** Dataset excerpts follows **

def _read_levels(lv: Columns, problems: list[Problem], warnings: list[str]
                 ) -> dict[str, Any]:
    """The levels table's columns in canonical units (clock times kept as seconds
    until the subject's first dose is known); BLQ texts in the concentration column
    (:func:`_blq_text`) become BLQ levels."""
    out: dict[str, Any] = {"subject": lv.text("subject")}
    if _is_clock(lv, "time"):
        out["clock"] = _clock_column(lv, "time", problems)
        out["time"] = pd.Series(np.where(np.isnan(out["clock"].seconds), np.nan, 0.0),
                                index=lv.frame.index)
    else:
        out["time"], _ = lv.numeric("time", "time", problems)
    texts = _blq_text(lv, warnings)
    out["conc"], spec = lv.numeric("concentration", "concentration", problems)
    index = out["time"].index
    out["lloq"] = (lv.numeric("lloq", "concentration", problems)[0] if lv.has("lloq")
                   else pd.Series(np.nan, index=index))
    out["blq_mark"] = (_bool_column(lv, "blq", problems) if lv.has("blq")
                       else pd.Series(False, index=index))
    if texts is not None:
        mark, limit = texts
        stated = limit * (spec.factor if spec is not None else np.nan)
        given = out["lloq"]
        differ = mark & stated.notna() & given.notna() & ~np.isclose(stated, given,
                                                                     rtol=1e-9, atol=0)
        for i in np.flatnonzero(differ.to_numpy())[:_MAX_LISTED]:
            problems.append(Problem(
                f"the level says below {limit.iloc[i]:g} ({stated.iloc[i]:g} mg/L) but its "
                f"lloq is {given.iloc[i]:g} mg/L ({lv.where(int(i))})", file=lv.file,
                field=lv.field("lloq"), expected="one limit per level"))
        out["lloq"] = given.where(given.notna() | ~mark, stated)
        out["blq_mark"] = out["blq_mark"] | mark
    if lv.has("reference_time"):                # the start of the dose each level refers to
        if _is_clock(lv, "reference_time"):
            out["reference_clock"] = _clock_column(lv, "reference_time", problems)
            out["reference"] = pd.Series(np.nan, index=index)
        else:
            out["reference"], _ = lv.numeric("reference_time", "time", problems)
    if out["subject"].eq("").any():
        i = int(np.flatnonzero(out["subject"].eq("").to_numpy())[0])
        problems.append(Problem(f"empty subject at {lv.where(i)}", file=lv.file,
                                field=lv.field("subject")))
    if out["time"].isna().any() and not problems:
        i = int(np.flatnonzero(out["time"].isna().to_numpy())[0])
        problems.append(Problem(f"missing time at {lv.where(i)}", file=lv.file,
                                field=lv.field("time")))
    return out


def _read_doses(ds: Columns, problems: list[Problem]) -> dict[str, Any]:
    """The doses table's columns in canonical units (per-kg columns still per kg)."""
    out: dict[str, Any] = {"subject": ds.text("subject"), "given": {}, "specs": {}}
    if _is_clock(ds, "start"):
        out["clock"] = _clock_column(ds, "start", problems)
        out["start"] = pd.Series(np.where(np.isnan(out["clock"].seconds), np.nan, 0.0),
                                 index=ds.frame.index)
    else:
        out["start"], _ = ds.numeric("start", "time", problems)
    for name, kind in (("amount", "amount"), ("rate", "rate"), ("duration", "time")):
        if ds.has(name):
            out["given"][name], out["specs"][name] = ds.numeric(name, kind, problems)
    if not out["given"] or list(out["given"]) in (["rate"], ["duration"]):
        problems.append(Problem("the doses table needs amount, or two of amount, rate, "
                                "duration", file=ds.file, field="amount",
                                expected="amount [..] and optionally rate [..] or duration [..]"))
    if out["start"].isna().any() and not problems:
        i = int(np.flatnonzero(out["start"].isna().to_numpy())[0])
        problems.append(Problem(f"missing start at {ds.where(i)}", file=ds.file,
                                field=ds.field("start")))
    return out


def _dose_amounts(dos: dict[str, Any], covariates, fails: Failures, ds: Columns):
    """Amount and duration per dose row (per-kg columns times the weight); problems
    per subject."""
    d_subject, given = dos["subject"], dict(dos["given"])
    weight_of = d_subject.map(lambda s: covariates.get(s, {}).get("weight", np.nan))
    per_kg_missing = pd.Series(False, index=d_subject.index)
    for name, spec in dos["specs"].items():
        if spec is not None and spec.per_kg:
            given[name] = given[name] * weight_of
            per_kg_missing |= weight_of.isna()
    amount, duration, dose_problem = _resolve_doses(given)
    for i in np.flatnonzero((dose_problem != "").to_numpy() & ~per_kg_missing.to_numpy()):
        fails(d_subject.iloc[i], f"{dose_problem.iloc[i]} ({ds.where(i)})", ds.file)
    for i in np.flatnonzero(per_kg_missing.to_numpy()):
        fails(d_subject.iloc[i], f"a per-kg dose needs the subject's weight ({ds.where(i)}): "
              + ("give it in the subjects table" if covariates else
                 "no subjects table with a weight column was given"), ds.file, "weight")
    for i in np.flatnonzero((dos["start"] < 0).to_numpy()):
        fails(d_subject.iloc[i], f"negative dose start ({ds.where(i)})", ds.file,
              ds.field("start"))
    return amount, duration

** End of Dataset excerpts **

Aim of the exercise ::
Here the job is to transcribe the lines from the first line of the data through the line containing "until the subject's", inclusive, exactly and with nothing else.

Completed exercise ::
def _read_levels(lv: Columns, problems: list[Problem], warnings: list[str]
                 ) -> dict[str, Any]:
    """The levels table's columns in canonical units (clock times kept as seconds
    until the subject's first dose is known); BLQ texts in the concentration column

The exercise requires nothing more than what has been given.